Available data: Begin

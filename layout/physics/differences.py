"""What a derivative of a lead field is, and how to take one of any lead field by differences."""

from __future__ import annotations

from collections.abc import Callable
from typing import NamedTuple

import numpy as np

from layout.units import MM

# Of fourth order: the error at 1 mm is 2e-5 and less for sources 10 mm and more from the sensors, and rounding plays no
# part until the step is under 1 µm (step study in tests/physics/test_lead_field_derivatives.py).
STEP = 1 * MM


class LeadFieldDerivatives(NamedTuple):
    """gain (n_channels, m, 3) [V or T per A·m]: the lead field L of each source's free moment, head frame.

    slopes (n_channels, m, 3): d(L q)/dr [V/m or T/m for moments in A·m], q held fixed in the head frame.
    """

    gain: np.ndarray
    slopes: np.ndarray


def central_differences(
    lead_field: Callable[[np.ndarray], np.ndarray], positions: np.ndarray, moments: np.ndarray, step: float = STEP
) -> np.ndarray:
    """d(L q)/dr (n_channels, m, 3) by fourth-order central differences with the step [m].

    lead_field takes positions (k, 3) [m] and gives the free lead field (n_channels, k, 3); moments (m, 3) [A·m]. It is
    called once, with the 12 m displaced positions.
    """
    positions, moments = (np.asarray(part, float).reshape(-1, 3) for part in (positions, moments))
    reach = np.array([1.0, -1.0, 2.0, -2.0])
    weights = np.array([8.0, -8.0, -1.0, 1.0]) / (12 * step)
    moves = step * reach[:, None, None] * np.eye(3)  # (4, 3 directions, 3)
    moved = positions[:, None, None] + moves
    gain = lead_field(moved.reshape(-1, 3))
    gain = gain.reshape(len(gain), len(positions), 4, 3, 3)
    return np.einsum("nmadj,mj,a->nmd", gain, moments, weights, optimize=True)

Available data: End

Your output must be the lines of the material above, from the first through the line that contains "moves = step", copied exactly. Include both endpoints and nothing else.

filename layout/physics/differences.py
"""What a derivative of a lead field is, and how to take one of any lead field by differences."""

from __future__ import annotations

from collections.abc import Callable
from typing import NamedTuple

import numpy as np

from layout.units import MM

# Of fourth order: the error at 1 mm is 2e-5 and less for sources 10 mm and more from the sensors, and rounding plays no
# part until the step is under 1 µm (step study in tests/physics/test_lead_field_derivatives.py).
STEP = 1 * MM


class LeadFieldDerivatives(NamedTuple):
    """gain (n_channels, m, 3) [V or T per A·m]: the lead field L of each source's free moment, head frame.

    slopes (n_channels, m, 3): d(L q)/dr [V/m or T/m for moments in A·m], q held fixed in the head frame.
    """

    gain: np.ndarray
    slopes: np.ndarray


def central_differences(
    lead_field: Callable[[np.ndarray], np.ndarray], positions: np.ndarray, moments: np.ndarray, step: float = STEP
) -> np.ndarray:
    """d(L q)/dr (n_channels, m, 3) by fourth-order central differences with the step [m].

    lead_field takes positions (k, 3) [m] and gives the free lead field (n_channels, k, 3); moments (m, 3) [A·m]. It is
    called once, with the 12 m displaced positions.
    """
    positions, moments = (np.asarray(part, float).reshape(-1, 3) for part in (positions, moments))
    reach = np.array([1.0, -1.0, 2.0, -2.0])
    weights = np.array([8.0, -8.0, -1.0, 1.0]) / (12 * step)
    moves = step * reach[:, None, None] * np.eye(3)  # (4, 3 directions, 3)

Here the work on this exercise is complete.